Problem requirements
Set down all of the data again, character for character.

[Saved entries]

import fs from "node:fs";
import http from "node:http";
import path from "node:path";
import type { AddressInfo } from "node:net";
import { sql } from "drizzle-orm";
import { openDatabase, type Database } from "../db/client";
import { createApp } from "../server/app";
import { createRecordingMailer } from "../server/mail";
import { SEARCH_MATCH_CAP } from "../server/routes/cases";
import { SEARCH_QUERIES } from "./case-fixtures";
import { insertGeneratedCases } from "./seed-cases";
import { percentile } from "./stats";

export interface SearchSize {
  cases: number;
  /** seconds to insert this step's cases in bulk */
  insertS: number;
  /** the first search after the cases changed (catches the group's typo vocabulary up) */
  coldMs: number;
  p50Ms: number;
  p95Ms: number;
  /** p95 at this size ÷ p95 at the smallest size */
  growth: number;
  perQuery: { q: string; p50Ms: number; total: number }[];
  /** the pieces of one broad search ("brine", most cases match), timed in SQL directly (see breakdown) */
  breakdown: { versionCheckMs: number; countMatchesMs: number; rankTop20Ms: number; matches: number };
}

export interface SearchReport {
  rounds: number;
  sizes: SearchSize[];
}

/**
 * Where a broad search's time goes, in SQL directly: the typo vocabulary's check for changed
 * cases (nothing changed), counting matches up to the cap, ranking the newest cap matches for
 * the top 20; `matches` is the uncapped count.
 */
async function breakdown(db: Database, groupId: string) {
  const time = async (q: ReturnType<typeof sql>) => {
    const runs: number[] = [];
    let out: unknown;
    for (let i = 0; i < 5; i++) {
      const t0 = performance.now();
      out = await db.execute(q);
      runs.push(performance.now() - t0);
    }
    return { ms: percentile(runs, 50), rows: (out as { rows: Record<string, unknown>[] }).rows };
  };
  const tsq = sql`to_tsquery('simple', 'brine:*')`;
  const matching = sql`from cases where group_id = ${groupId} and not retired and search_vector @@ ${tsq}`;
  const snap = await time(sql`select pg_current_snapshot()::text as s`);
  const snapshot = String(snap.rows[0]?.s);
  const version = await time(
    sql`select pg_current_snapshot()::text, (select count(*) from case_search_stamps s where s.group_id = ${groupId}
      and s.xact >= ${snapshot.split(":")[0]}::bigint and not pg_visible_in_snapshot(s.xact::text::xid8, ${snapshot}::pg_snapshot))`,
  );
  const counted = await time(sql`select count(*)::int as n from (select 1 ${matching} limit ${SEARCH_MATCH_CAP + 1}) m`);
  const ranked = await time(
    sql`select id from (select id, occurred_at, ts_rank(search_vector, ${tsq}) as r ${matching} order by occurred_at desc, id desc limit ${SEARCH_MATCH_CAP}) c
      order by r desc, occurred_at desc limit 20`,
  );
  const all = await time(sql`select count(*)::int as n ${matching}`);
  return { versionCheckMs: version.ms, countMatchesMs: counted.ms, rankTop20Ms: ranked.ms, matches: Number(all.rows[0]?.n ?? 0) };
}

/** A signed-in client of an app on loopback: fetch with the session cookie and our Origin. */
export async function signedInClient(base: string, label: string) {
  const origin = base;
  const email = `${label}-${Date.now()}@bench.example`;
  const up = await fetch(`${base}/api/auth/sign-up/email`, {
    method: "POST",
    headers: { "content-type": "application/json", origin },
    body: JSON.stringify({ name: label, email, password: "bench-password-1" }),
  });
  if (up.status !== 200) throw new Error(`sign-up failed: ${up.status} ${await up.text()}`);
  const cookie = up.headers.getSetCookie().map((c) => c.split(";")[0]).join("; ");
  const userId = ((await up.json()) as { user: { id: string } }).user.id;
  const call = (p: string, init: RequestInit = {}) =>
    fetch(`${base}${p}`, { ...init, headers: { "content-type": "application/json", origin, cookie, ...(init.headers ?? {}) } });
  return { call, cookie, userId, email };
}

/**
 * Case search through GET /api/cases?q=… on a PGlite data folder holding 1k, 20k and 100k
 * generated cases of one group, `rounds` passes over the query list at each size.
 */
export async function benchSearch(tmp: string, opts: { sizes: number[]; rounds: number }): Promise<SearchReport> {
  const dataDir = path.join(tmp, "search-data");
  fs.mkdirSync(dataDir, { recursive: true });
  const handle = await openDatabase({ dataDir: path.join(dataDir, "db") });
  // Listen first: better-auth checks the Origin against the base URL, which needs the port.
  const server = http.createServer();
  // The bulk inserts take longer than Node's 5 s keep-alive; keep the client's socket usable.
  server.keepAliveTimeout = 600_000;
  await new Promise<void>((r) => server.listen(0, "127.0.0.1", r));
  const base = `http://127.0.0.1:${(server.address() as AddressInfo).port}`;
  const { app } = createApp({ db: handle.db, dbKind: handle.kind, mail: createRecordingMailer(), baseURL: base, quiet: true, dataDir });
  server.on("request", app);
  try {
    const client = await signedInClient(base, "search-bench");
    const group = await client.call("/api/groups", { method: "POST", body: JSON.stringify({ name: "Search bench group" }) });
    if (group.status !== 201) throw new Error(`group create failed: ${group.status}`);
    const groupId = ((await group.json()) as { id: string }).id;

    const search = async (q: string) => {
      const t0 = performance.now();
      const res = await client.call(`/api/cases?q=${encodeURIComponent(q)}&limit=20`);
      const body = (await res.json()) as { total?: number };
      const ms = performance.now() - t0;
      if (res.status !== 200) throw new Error(`search "${q}" answered ${res.status}`);
      return { ms, total: body.total ?? 0 };
    };

    const sizes: SearchSize[] = [];
    let have = 0;
    for (const n of opts.sizes) {
      const t0 = performance.now();
      await insertGeneratedCases(handle.db, { groupId, authorId: client.userId, from: have, to: n });
      const insertS = (performance.now() - t0) / 1000;
      have = n;
      const cold = await search(SEARCH_QUERIES[0]!);
      const times: number[] = [];
      const perQuery = new Map<string, { ms: number[]; total: number }>();
      for (let r = 0; r < opts.rounds; r++) {
        for (const q of SEARCH_QUERIES) {
          const { ms, total } = await search(q);
          times.push(ms);
          const entry = perQuery.get(q) ?? { ms: [], total };
          entry.ms.push(ms);
          perQuery.set(q, entry);
        }
      }
      const p95 = percentile(times, 95);
      sizes.push({
        cases: n,
        insertS,
        coldMs: cold.ms,
        p50Ms: percentile(times, 50),
        p95Ms: p95,
        growth: sizes.length ? p95 / sizes[0]!.p95Ms : 1,
        perQuery: [...perQuery.entries()].map(([q, e]) => ({ q, p50Ms: percentile(e.ms, 50), total: e.total })),
        breakdown: await breakdown(handle.db, groupId),
      });
    }
    return { rounds: opts.rounds, sizes };
  } finally {
    server.closeAllConnections();
    server.close();
    await handle.close();
  }
}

Solution to this task
import fs from "node:fs";
import http from "node:http";
import path from "node:path";
import type { AddressInfo } from "node:net";
import { sql } from "drizzle-orm";
import { openDatabase, type Database } from "../db/client";
import { createApp } from "../server/app";
import { createRecordingMailer } from "../server/mail";
import { SEARCH_MATCH_CAP } from "../server/routes/cases";
import { SEARCH_QUERIES } from "./case-fixtures";
import { insertGeneratedCases } from "./seed-cases";
import { percentile } from "./stats";

export interface SearchSize {
  cases: number;
  /** seconds to insert this step's cases in bulk */
  insertS: number;
  /** the first search after the cases changed (catches the group's typo vocabulary up) */
  coldMs: number;
  p50Ms: number;
  p95Ms: number;
  /** p95 at this size ÷ p95 at the smallest size */
  growth: number;
  perQuery: { q: string; p50Ms: number; total: number }[];
  /** the pieces of one broad search ("brine", most cases match), timed in SQL directly (see breakdown) */
  breakdown: { versionCheckMs: number; countMatchesMs: number; rankTop20Ms: number; matches: number };
}

export interface SearchReport {
  rounds: number;
  sizes: SearchSize[];
}

/**
 * Where a broad search's time goes, in SQL directly: the typo vocabulary's check for changed
 * cases (nothing changed), counting matches up to the cap, ranking the newest cap matches for
 * the top 20; `matches` is the uncapped count.
 */
async function breakdown(db: Database, groupId: string) {
  const time = async (q: ReturnType<typeof sql>) => {
    const runs: number[] = [];
    let out: unknown;
    for (let i = 0; i < 5; i++) {
      const t0 = performance.now();
      out = await db.execute(q);
      runs.push(performance.now() - t0);
    }
    return { ms: percentile(runs, 50), rows: (out as { rows: Record<string, unknown>[] }).rows };
  };
  const tsq = sql`to_tsquery('simple', 'brine:*')`;
  const matching = sql`from cases where group_id = ${groupId} and not retired and search_vector @@ ${tsq}`;
  const snap = await time(sql`select pg_current_snapshot()::text as s`);
  const snapshot = String(snap.rows[0]?.s);
  const version = await time(
    sql`select pg_current_snapshot()::text, (select count(*) from case_search_stamps s where s.group_id = ${groupId}
      and s.xact >= ${snapshot.split(":")[0]}::bigint and not pg_visible_in_snapshot(s.xact::text::xid8, ${snapshot}::pg_snapshot))`,
  );
  const counted = await time(sql`select count(*)::int as n from (select 1 ${matching} limit ${SEARCH_MATCH_CAP + 1}) m`);
  const ranked = await time(
    sql`select id from (select id, occurred_at, ts_rank(search_vector, ${tsq}) as r ${matching} order by occurred_at desc, id desc limit ${SEARCH_MATCH_CAP}) c
      order by r desc, occurred_at desc limit 20`,
  );
  const all = await time(sql`select count(*)::int as n ${matching}`);
  return { versionCheckMs: version.ms, countMatchesMs: counted.ms, rankTop20Ms: ranked.ms, matches: Number(all.rows[0]?.n ?? 0) };
}

/** A signed-in client of an app on loopback: fetch with the session cookie and our Origin. */
export async function signedInClient(base: string, label: string) {
  const origin = base;
  const email = `${label}-${Date.now()}@bench.example`;
  const up = await fetch(`${base}/api/auth/sign-up/email`, {
    method: "POST",
    headers: { "content-type": "application/json", origin },
    body: JSON.stringify({ name: label, email, password: "bench-password-1" }),
  });
  if (up.status !== 200) throw new Error(`sign-up failed: ${up.status} ${await up.text()}`);
  const cookie = up.headers.getSetCookie().map((c) => c.split(";")[0]).join("; ");
  const userId = ((await up.json()) as { user: { id: string } }).user.id;
  const call = (p: string, init: RequestInit = {}) =>
    fetch(`${base}${p}`, { ...init, headers: { "content-type": "application/json", origin, cookie, ...(init.headers ?? {}) } });
  return { call, cookie, userId, email };
}

/**
 * Case search through GET /api/cases?q=… on a PGlite data folder holding 1k, 20k and 100k
 * generated cases of one group, `rounds` passes over the query list at each size.
 */
export async function benchSearch(tmp: string, opts: { sizes: number[]; rounds: number }): Promise<SearchReport> {
  const dataDir = path.join(tmp, "search-data");
  fs.mkdirSync(dataDir, { recursive: true });
  const handle = await openDatabase({ dataDir: path.join(dataDir, "db") });
  // Listen first: better-auth checks the Origin against the base URL, which needs the port.
  const server = http.createServer();
  // The bulk inserts take longer than Node's 5 s keep-alive; keep the client's socket usable.
  server.keepAliveTimeout = 600_000;
  await new Promise<void>((r) => server.listen(0, "127.0.0.1", r));
  const base = `http://127.0.0.1:${(server.address() as AddressInfo).port}`;
  const { app } = createApp({ db: handle.db, dbKind: handle.kind, mail: createRecordingMailer(), baseURL: base, quiet: true, dataDir });
  server.on("request", app);
  try {
    const client = await signedInClient(base, "search-bench");
    const group = await client.call("/api/groups", { method: "POST", body: JSON.stringify({ name: "Search bench group" }) });
    if (group.status !== 201) throw new Error(`group create failed: ${group.status}`);
    const groupId = ((await group.json()) as { id: string }).id;

    const search = async (q: string) => {
      const t0 = performance.now();
      const res = await client.call(`/api/cases?q=${encodeURIComponent(q)}&limit=20`);
      const body = (await res.json()) as { total?: number };
      const ms = performance.now() - t0;
      if (res.status !== 200) throw new Error(`search "${q}" answered ${res.status}`);
      return { ms, total: body.total ?? 0 };
    };

    const sizes: SearchSize[] = [];
    let have = 0;
    for (const n of opts.sizes) {
      const t0 = performance.now();
      await insertGeneratedCases(handle.db, { groupId, authorId: client.userId, from: have, to: n });
      const insertS = (performance.now() - t0) / 1000;
      have = n;
      const cold = await search(SEARCH_QUERIES[0]!);
      const times: number[] = [];
      const perQuery = new Map<string, { ms: number[]; total: number }>();
      for (let r = 0; r < opts.rounds; r++) {
        for (const q of SEARCH_QUERIES) {
          const { ms, total } = await search(q);
          times.push(ms);
          const entry = perQuery.get(q) ?? { ms: [], total };
          entry.ms.push(ms);
          perQuery.set(q, entry);
        }
      }
      const p95 = percentile(times, 95);
      sizes.push({
        cases: n,
        insertS,
        coldMs: cold.ms,
        p50Ms: percentile(times, 50),
        p95Ms: p95,
        growth: sizes.length ? p95 / sizes[0]!.p95Ms : 1,
        perQuery: [...perQuery.entries()].map(([q, e]) => ({ q, p50Ms: percentile(e.ms, 50), total: e.total })),
        breakdown: await breakdown(handle.db, groupId),
      });
    }
    return { rounds: opts.rounds, sizes };
  } finally {
    server.closeAllConnections();
    server.close();
    await handle.close();
  }
}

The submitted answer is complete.